2. The inductive component as claimed in claim 1, wherein said core is a toroid including a punch hole, said terminals passing through the hole.

3. The inductive component as claimed in claim 1, wherein said first conductive traces include an array of middle traces, each of the middle traces having two contact portions for connecting with the terminals.

4. The inductive component as claimed in claim 3, wherein said middle traces are parallel with each other.

5. The inductive component as claimed in claim 3, wherein said contact portions are constituted of pads, and each of the terminals has two end portions connecting to the pads and a middle portion passing over the core.

6. The inductive component as claimed in claim 5, wherein said middle portion of the terminal is of U-shape, and said terminal defines an opening below the middle portion for receiving the core.

7. The inductive component as claimed in claim 1, wherein said inductive component is an inductor, said inductor including one conductive path winding around the core.

8. The inductive component as claimed in claim 1, wherein said inductive component is a common mode choke, said common mode choke including two or three conductive paths winding around the core.

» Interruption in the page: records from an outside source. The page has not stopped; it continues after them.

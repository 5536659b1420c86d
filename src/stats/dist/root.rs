//! Root finding for tails: Newton's method inside a bracket.

/// Solves ln tail(u) = `target` for a tail that falls in `u`, by Newton steps
/// that may not leave the bracket found so far.
///
/// `log_tail` gives the value and its derivative. The logarithm of a t or F
/// tail is concave in the logarithm of the statistic, so that Newton's method
/// converges from the right; the bracket guards the first steps from the left.
///
/// # Errors
/// What `log_tail` reports; `None` where the steps do not settle.
pub(super) fn falling_log_tail<E>(
    mut log_tail: impl FnMut(f64) -> Result<(f64, f64), E>,
    target: f64,
    start: f64,
) -> Result<f64, Option<E>> {
    /// No single step moves further than this on the log scale.
    const LONGEST_STEP: f64 = 20.0;
    let (mut left, mut right) = (f64::NEG_INFINITY, f64::INFINITY);
    let mut u = start;
    let mut last_step = f64::INFINITY;
    for _ in 0..500 {
        let (value, slope) = log_tail(u).map_err(Some)?;
        let excess = value - target;
        if excess == 0.0 {
            return Ok(u);
        }
        if excess > 0.0 {
            left = u;
        } else {
            right = u;
        }
        let newton = u - excess / slope;
        let usable = newton.is_finite() && newton > left && newton < right;
        let next = if usable {
            newton.clamp(u - LONGEST_STEP, u + LONGEST_STEP)
        } else if left.is_finite() && right.is_finite() {
            0.5 * (left + right)
        } else if left.is_finite() {
            u + 1.0
        } else {
            u - 1.0
        };
        let step = (next - u).abs();
        let scale = u.abs().max(1.0);
        // Settled once steps are at rounding level, or have stopped shrinking near it.
        if step <= 1e-16 * scale || (step < 1e-12 * scale && step >= last_step) {
            return Ok(next);
        }
        last_step = step;
        u = next;
    }
    Err(None)
}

9. The inductive component as claimed in claim 1, further including a plurality of second conductive traces buried in the substrate and connected with the first conductive traces, said array of terminals connecting with the first conductive traces to form two conductive paths winding around the core.

10. The inductive component as claimed in claim 9, wherein said inductive component is a transformer.

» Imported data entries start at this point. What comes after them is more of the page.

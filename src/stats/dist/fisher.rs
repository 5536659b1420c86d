//! Fisher's F distribution.

use libm::{exp, log, log1p};

use super::beta::{BothTails, Point};
use super::root::falling_log_tail;
use super::{DistributionError, Domain, normal};

const DOMAIN: Domain = Domain("F");

fn check(df1: f64, df2: f64) -> Result<(), DistributionError> {
    DOMAIN.positive("the numerator's degrees of freedom", df1)?;
    DOMAIN.positive("the denominator's degrees of freedom", df2)
}

/// The point df2 / (df2 + df1 f), whose lower beta tail is the upper tail of F.
fn point(f: f64, df1: f64, df2: f64) -> Point {
    Point::at_ratio(df2 / 2.0, df1 / 2.0, f, f - 1.0, log(f))
}

fn tails(f: f64, df1: f64, df2: f64) -> Result<BothTails, DistributionError> {
    DOMAIN.finite("the statistic", f)?;
    check(df1, df2)?;
    if f <= 0.0 {
        return Ok(BothTails { lower: 0.0, upper: 1.0 });
    }
    let swapped = point(f, df1, df2).both_tails()?;
    Ok(BothTails { lower: swapped.upper, upper: swapped.lower })
}

/// P(F > `f`) with `df1` and `df2` degrees of freedom, fractional ones included;
/// 1 for `f` not above 0.
///
/// I_x(df2 / 2, df1 / 2) with x = df2 / (df2 + df1 f).
///
/// # Errors
/// `f` not finite; df not finite and above 0.
///
/// ```
/// // Potthoff & Roy (1964): sex, F(1, 25) = 9.2921
/// let p = aforesaid::stats::dist::fisher::upper_tail(9.292098843389569, 1.0, 25.0).unwrap();
/// assert!((p - 0.005375055921594551).abs() < 1e-15);
/// ```
pub fn upper_tail(f: f64, df1: f64, df2: f64) -> Result<f64, DistributionError> {
    Ok(tails(f, df1, df2)?.upper)
}

/// P(F <= `f`), the companion of [`upper_tail`].
///
/// # Errors
/// As for [`upper_tail`].
pub fn lower_tail(f: f64, df1: f64, df2: f64) -> Result<f64, DistributionError> {
    Ok(tails(f, df1, df2)?.lower)
}

/// The f with P(F > f) = `p`.
///
/// # Errors
/// `p` not inside 0 to 1; df not finite and above 0; a quantile beyond the
/// range of doubles.
pub fn quantile_upper(p: f64, df1: f64, df2: f64) -> Result<f64, DistributionError> {
    DOMAIN.probability("the tail", p)?;
    check(df1, df2)?;
    let log_f = if p > 0.5 { -log_quantile_upper(1.0 - p, df2, df1)? } else { log_quantile_upper(p, df1, df2)? };
    let f = exp(log_f);
    if f.is_finite() && f > 0.0 { Ok(f) } else { Err(DOMAIN.out_of_reach("the quantile leaves the range of double precision")) }
}

/// ln of the upper quantile for `p` not above 1/2.
fn log_quantile_upper(p: f64, df1: f64, df2: f64) -> Result<f64, DistributionError> {
    let start = first_guess(p, df1, df2)?;
    let log_tail = |u: f64| {
        // expm1 keeps f - 1 exact near 1.
        let here = Point::at_ratio(df2 / 2.0, df1 / 2.0, exp(u), libm::expm1(u), u);
        let upper = here.both_tails()?.lower;
        // d/du of the tail is -f times the density, which is the density factor.
        Ok((log(upper), -here.density_factor() / upper))
    };
    falling_log_tail(log_tail, log(p), start).map_err(|e| e.unwrap_or(DOMAIN.out_of_reach("the search for the quantile did not settle")))
}

/// A start for the search: Abramowitz & Stegun 26.5.22 for moderate tails, the
/// power law of the far tail otherwise.
fn first_guess(p: f64, df1: f64, df2: f64) -> Result<f64, DistributionError> {
    let z = normal::quantile_upper(p)?;
    let (a, b) = (df2 / 2.0, df1 / 2.0);
    let log_power = (log(p * a) + log_beta(a, b)) / a;
    let by_power = if log_power < -1.0 { Some(log1p(-exp(log_power)) - log_power + log(df2 / df1)) } else { None };
    if df1 > 1.0 && df2 > 1.0 {
        let (inverse1, inverse2) = (1.0 / (df1 - 1.0), 1.0 / (df2 - 1.0));
        let h = 2.0 / (inverse1 + inverse2);
        let lambda = (z * z - 3.0) / 6.0;
        let root = (h + lambda).max(0.0).sqrt();
        let w = z * root / h - (inverse1 - inverse2) * (lambda + 5.0 / 6.0 - 2.0 / (3.0 * h));
        if w.abs() < 1.0 {
            return Ok(2.0 * w);
        }
    }
    Ok(by_power.unwrap_or(0.0))
}

fn log_beta(a: f64, b: f64) -> f64 {
    libm::lgamma(a) + libm::lgamma(b) - libm::lgamma(a + b)
}
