//! The standard normal distribution.

use std::f64::consts::{FRAC_1_SQRT_2, SQRT_2, TAU};
use std::ops::RangeInclusive;

use libm::{erfc, exp, fma, log};

use super::{DistributionError, Domain};

const DOMAIN: Domain = Domain("normal");

/// Where the rounding of z / sqrt 2 shows in the tail, which is then put right.
const ROUNDING_SHOWS: RangeInclusive<f64> = 5.0..=40.0;

/// The part of 1 / sqrt 2 that its double leaves out.
const FRAC_1_SQRT_2_REST: f64 = -4.833_646_656_726_457e-17;

/// P(Z > z) for any z but NaN; the building block of the checked functions.
pub(super) fn tail(z: f64) -> f64 {
    let x = z * FRAC_1_SQRT_2;
    let upper = 0.5 * erfc(x);
    if !ROUNDING_SHOWS.contains(&z) {
        return upper;
    }
    let rest = fma(z, FRAC_1_SQRT_2, -x) + z * FRAC_1_SQRT_2_REST;
    // d/dx ln erfc(x) is about -(2 x + 1 / x).
    upper * (1.0 - rest * (2.0 * x + 1.0 / x))
}

/// The density at z.
pub(super) fn density(z: f64) -> f64 {
    exp(-0.5 * z * z) / TAU.sqrt()
}

/// P(Z > `z`).
///
/// # Errors
/// `z` not finite.
pub fn upper_tail(z: f64) -> Result<f64, DistributionError> {
    DOMAIN.finite("the statistic", z)?;
    Ok(tail(z))
}

/// P(|Z| > |`z`|).
///
/// # Errors
/// `z` not finite.
pub fn two_tails(z: f64) -> Result<f64, DistributionError> {
    Ok((2.0 * upper_tail(z.abs())?).min(1.0))
}

/// The z with P(Z <= z) = `p`.
///
/// # Errors
/// `p` not inside 0 to 1.
///
/// ```
/// let z = aforesaid::stats::dist::normal::quantile(0.975).unwrap();
/// assert!((z - 1.959963984540054).abs() < 1e-14);
/// ```
pub fn quantile(p: f64) -> Result<f64, DistributionError> {
    Ok(-quantile_upper(p)?)
}

/// The z with P(Z > z) = `p`; keeps its accuracy for the smallest `p`.
///
/// # Errors
/// `p` not inside 0 to 1.
pub fn quantile_upper(p: f64) -> Result<f64, DistributionError> {
    DOMAIN.probability("the probability", p)?;
    Ok(match p.partial_cmp(&0.5) {
        Some(std::cmp::Ordering::Equal) => 0.0,
        Some(std::cmp::Ordering::Greater) => -quantile_above_median(1.0 - p),
        _ => quantile_above_median(p),
    })
}

/// Abramowitz & Stegun 26.2.23, then Newton's method on the log tail, which is concave.
fn quantile_above_median(p: f64) -> f64 {
    let log_p = log(p);
    let s = (-2.0 * log_p).sqrt();
    let above = 2.515_517 + s * (0.802_853 + s * 0.010_328);
    let below = 1.0 + s * (1.432_788 + s * (0.189_269 + s * 0.001_308));
    let mut z = (s - above / below).max(0.0);
    for _ in 0..20 {
        let upper = tail(z);
        let hazard = density(z) / upper;
        let excess = if p > 0.1 { (upper - p) / upper } else { log(upper) - log_p };
        let step = excess / hazard;
        z += step;
        if step.abs() <= 1e-16 * z.abs().max(SQRT_2) {
            break;
        }
    }
    z.max(0.0)
}

/// The z with P(Z > z) = `p`, by Wichura's rational approximations (1988, algorithm AS 241, *Applied Statistics*
/// 37:477), good to about 1e-15: for the many quantiles of a lattice rule.
pub(super) fn quick_quantile_upper(p: f64) -> f64 {
    const CENTRE: [f64; 8] = [
        3.387_132_872_796_366_5,
        1.331_416_678_917_843_8e2,
        1.971_590_950_306_551_3e3,
        1.373_169_376_550_946e4,
        4.592_195_393_154_987e4,
        6.726_577_092_700_87e4,
        3.343_057_558_358_813e4,
        2.509_080_928_730_122_7e3,
    ];
    const CENTRE_BELOW: [f64; 8] = [
        1.0,
        4.231_333_070_160_091e1,
        6.871_870_074_920_579e2,
        5.394_196_021_424_751e3,
        2.121_379_430_158_659_7e4,
        3.930_789_580_009_271e4,
        2.872_908_573_572_194_3e4,
        5.226_495_278_852_854e3,
    ];
    const SIDE: [f64; 8] = [
        1.423_437_110_749_683_5,
        4.630_337_846_156_546,
        5.769_497_221_460_691,
        3.647_848_324_763_204_5,
        1.270_458_252_452_368_4,
        2.417_807_251_774_506e-1,
        2.272_384_498_926_918_4e-2,
        7.745_450_142_783_414e-4,
    ];
    const SIDE_BELOW: [f64; 8] = [
        1.0,
        2.053_191_626_637_759,
        1.676_384_830_183_803_8,
        6.897_673_349_851e-1,
        1.481_039_764_274_800_8e-1,
        1.519_866_656_361_645_7e-2,
        5.475_938_084_995_345e-4,
        1.050_750_071_644_416_9e-9,
    ];
    const FAR: [f64; 8] = [
        6.657_904_643_501_103,
        5.463_784_911_164_114,
        1.784_826_539_917_291_3,
        2.965_605_718_285_049e-1,
        2.653_218_952_657_612_4e-2,
        1.242_660_947_388_078_4e-3,
        2.711_555_568_743_487_6e-5,
        2.010_334_399_292_288_1e-7,
    ];
    const FAR_BELOW: [f64; 8] = [
        1.0,
        5.998_322_065_558_88e-1,
        1.369_298_809_227_358e-1,
        1.487_536_129_085_061_5e-2,
        7.868_691_311_456_133e-4,
        1.846_318_317_510_054_8e-5,
        1.421_511_758_316_446e-7,
        2.044_263_103_389_939_8e-15,
    ];
    let ratio = |above: &[f64; 8], below: &[f64; 8], x: f64| {
        let polynomial = |coefficients: &[f64; 8]| coefficients.iter().rev().fold(0.0, |sum, c| sum * x + c);
        polynomial(above) / polynomial(below)
    };
    let from_centre = 0.5 - p;
    if from_centre.abs() <= 0.425 {
        return from_centre * ratio(&CENTRE, &CENTRE_BELOW, 0.180_625 - from_centre * from_centre);
    }
    let root = (-log(p.min(1.0 - p))).sqrt();
    let z = if root <= 5.0 { ratio(&SIDE, &SIDE_BELOW, root - 1.6) } else { ratio(&FAR, &FAR_BELOW, root - 5.0) };
    if from_centre < 0.0 { -z } else { z }
}

#[cfg(test)]
mod tests {
    use super::*;

    /// scipy 1.17, `scipy.special.ndtri`.
    #[test]
    fn quick_quantiles_agree_with_scipy() {
        for (p, z) in [
            (0.5, 0.0),
            (0.3, 0.5244005127080409),
            (0.07, 1.4757910281791706),
            (0.93, -1.475791028179171),
            (1e-6, 4.753424308822899),
            (1e-12, 7.034483825301131),
            (1e-30, 11.464024688443613),
            (1e-200, 30.20559417957964),
        ] {
            assert!((quick_quantile_upper(p) - z).abs() <= 4e-15 * z.abs(), "{p}");
        }
    }
}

11. An electrical assembly comprising: a printed circuit board equipped with on a trace area a plurality of circuit traces parallel to one another, each of said circuit traces defining two opposite connection areas which are essentially located on two opposite sides of the trace area;a plurality of contacts soldered upon the printed circuit board in a parallel relation with one another, each of the contacts having two connection sections around two opposite ends thereof under condition that one of said two connection sections is connected to the connection area of one corresponding trace around one side of the trace area while the other of said two connection sections is connected to the connection area of another corresponding trace around the other side of the trace area, whereby the contacts and the traces are roughly alternatively arranged with each other to commonly form a series of conductors with a conductive path thereof; anda magnetic core having a segment extending through a space defined between said contacts and said traces so as to result in said series of conductors winding along said segment for induction.

12. The electrical assembly as claimed in claim 11, wherein the traces are exposed upon a surface of the printed circuit board.

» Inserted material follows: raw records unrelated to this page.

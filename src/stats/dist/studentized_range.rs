//! The studentized range: the largest less the smallest of k standard normal variables, over an independent scale.
//!
//! With S the scale of [`student`]'s t, P(Q > q) = E R(q S), where
//! R(w) = k int phi(z) {Phi(z)^(k-1) - [Phi(z) - Phi(z - w)]^(k-1)} dz is the tail of the range of k normal variables.
//! Both integrals are of analytic functions that die off, which the trapezoidal rule does best; every term is positive,
//! so that small tails keep their relative accuracy.

use std::f64::consts::SQRT_2;

use libm::{exp, expm1, log, log1p};

use super::root::falling_log_tail;
use super::scale::{TailAndSlope, tail_over_scale};
use super::{DistributionError, Domain, normal, student};

const DOMAIN: Domain = Domain("studentized range");

/// Means beyond which the steps chosen here have not been tried.
const MOST_MEANS: usize = 200;

/// Half the width, in z, of the stretch around w / 2 where the inner integrand counts.
const HALF_WIDTH: f64 = 8.8;

/// No normal density is left beyond this z.
const LAST_Z: f64 = 38.6;

fn check(k: usize, df: f64) -> Result<(), DistributionError> {
    DOMAIN.holds((2..=MOST_MEANS).contains(&k), "the number of means", k as f64, "between 2 and 200")?;
    DOMAIN.holds(df > 0.0, "the degrees of freedom", df, "above 0 (infinity included)")
}

/// The inner integral's points, which all widths share.
struct Range {
    /// Number of means less one.
    others: f64,
    step: f64,
    /// Index of the first point on the lattice of `step`.
    first: f64,
    points: Vec<Point>,
}

struct Point {
    z: f64,
    /// Phi(z).
    below: f64,
    /// k phi(z) Phi(z)^(k - 1), times the step.
    weight: f64,
}

impl Range {
    fn new(k: usize) -> Self {
        let means = k as f64;
        let others = means - 1.0;
        // Off the real line the integrand grows like exp(k y^2 / 2) at most.
        let step = (0.7 / means.sqrt()).max(0.06);
        let first = -(HALF_WIDTH / step).ceil();
        let last = (LAST_Z / step).floor();
        let points = (0..=(last - first) as usize)
            .map(|index| {
                let z = (first + index as f64) * step;
                let below = normal::tail(-z);
                Point { z, below, weight: step * means * normal::density(z) * exp(others * log(below)) }
            })
            .collect();
        Self { others, step, first, points }
    }

    /// The tail of the range at width `w`, with its derivative by ln w.
    fn at(&self, w: f64) -> TailAndSlope {
        let index = |z: f64| (z / self.step - self.first).clamp(0.0, self.points.len() as f64) as usize;
        let (from, to) = (index(0.5 * w - HALF_WIDTH), index(0.5 * w + HALF_WIDTH));
        let mut sum = TailAndSlope { tail: 0.0, slope: 0.0 };
        for point in &self.points[from..to] {
            // The share of the others that lies below z - w.
            let share = (normal::tail(w - point.z) / point.below).min(1.0);
            let log_rest = log1p(-share);
            sum.tail += point.weight * -expm1(self.others * log_rest);
            let rest = if self.others > 1.0 { exp((self.others - 1.0) * log_rest) } else { 1.0 };
            sum.slope -= point.weight * self.others * normal::density(point.z - w) / point.below * rest;
        }
        sum.slope *= w;
        sum
    }

    fn over_scale(&self, q: f64, df: f64) -> Result<TailAndSlope, DistributionError> {
        tail_over_scale(df, q / SQRT_2, |s| self.at(q * s))
            .map_err(|_| DOMAIN.out_of_reach("with so few degrees of freedom the quadrature would need too many points"))
    }
}

/// P(Q > `q`) for the studentized range of `k` means with `df` degrees of freedom, which may be fractional or infinite;
/// 1 for `q` not above 0.
///
/// Relative error below 1e-12 down to the smallest tails (measured for 2 to 100 means and 1 df to infinity).
///
/// # Errors
/// `q` not finite; `k` not within 2 to 200; `df` not above 0.
///
/// ```
/// // Tukey's table: 5 % lie above 3.88 for 3 means and 10 df.
/// let p = aforesaid::stats::dist::studentized_range::upper_tail(3.8768, 3, 10.0).unwrap();
/// assert!((p - 0.05).abs() < 1e-5);
/// ```
pub fn upper_tail(q: f64, k: usize, df: f64) -> Result<f64, DistributionError> {
    DOMAIN.finite("the statistic", q)?;
    check(k, df)?;
    if q <= 0.0 {
        return Ok(1.0);
    }
    Ok(Range::new(k).over_scale(q, df)?.tail.min(1.0))
}

/// The q with P(Q > q) = `p`.
///
/// # Errors
/// `p` not inside 0 to 1; as for [`upper_tail`]; a quantile beyond the range of doubles.
pub fn quantile_upper(p: f64, k: usize, df: f64) -> Result<f64, DistributionError> {
    DOMAIN.probability("the tail", p)?;
    check(k, df)?;
    let pairs = (k * (k - 1) / 2) as f64;
    // Bonferroni: an upper bound, from where Newton's method comes down.
    let each = 0.5 * p / pairs;
    let t = if df.is_infinite() { normal::quantile_upper(each)? } else { student::quantile_upper(each, df)? };
    let range = Range::new(k);
    let log_tail = |u: f64| {
        let here = range.over_scale(exp(u), df)?;
        Ok((log(here.tail), here.slope / here.tail))
    };
    let log_q = falling_log_tail(log_tail, log(p), log(SQRT_2 * t))
        .map_err(|e| e.unwrap_or(DOMAIN.out_of_reach("the search for the quantile did not settle")))?;
    let q = exp(log_q);
    if q.is_finite() { Ok(q) } else { Err(DOMAIN.out_of_reach("the quantile leaves the range of double precision")) }
}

13. The electrical assembly as claimed in claim 12, wherein said magnetic core is fastened upon said surface.

14. The electrical assembly as claimed in claim 11, wherein each of said contacts connects every other corresponding traces so as to form two conductive paths along the segment analogous to a two-wire common mode choke.

15. The electrical assembly as claimed in claim 11, wherein each of said contacts connects every other two corresponding traces so as to form three conductive paths along the segment analogous to a three-wire common mode choke.

16. A pseudo inductor device comprising: a conductive path winding along a segment of a magnetic core to form induction thereof; whereinsaid conductive path is defined by a plurality of discrete contacts and a plurality of traces associated with a printed circuit board in an alternate manner.

17. The pseudo inductor device as claimed in claim 16, wherein said contacts are harder than wires.

18. The pseudo inductor device as claimed in claim 16, wherein said traces are exposed upon a surface of the printed circuit board on which said core is seated.

19. The pseudo inductor device as claimed in claim 16, wherein said contacts and said traces have different cross-sectional dimensions from each other.

20. the pseudo inductor device as claimed in claim 16, further including another conductive path, similar to said conductive path, having the corresponding traces and contacts and winding along the core and intermingled with said conductive path in an alternate manner.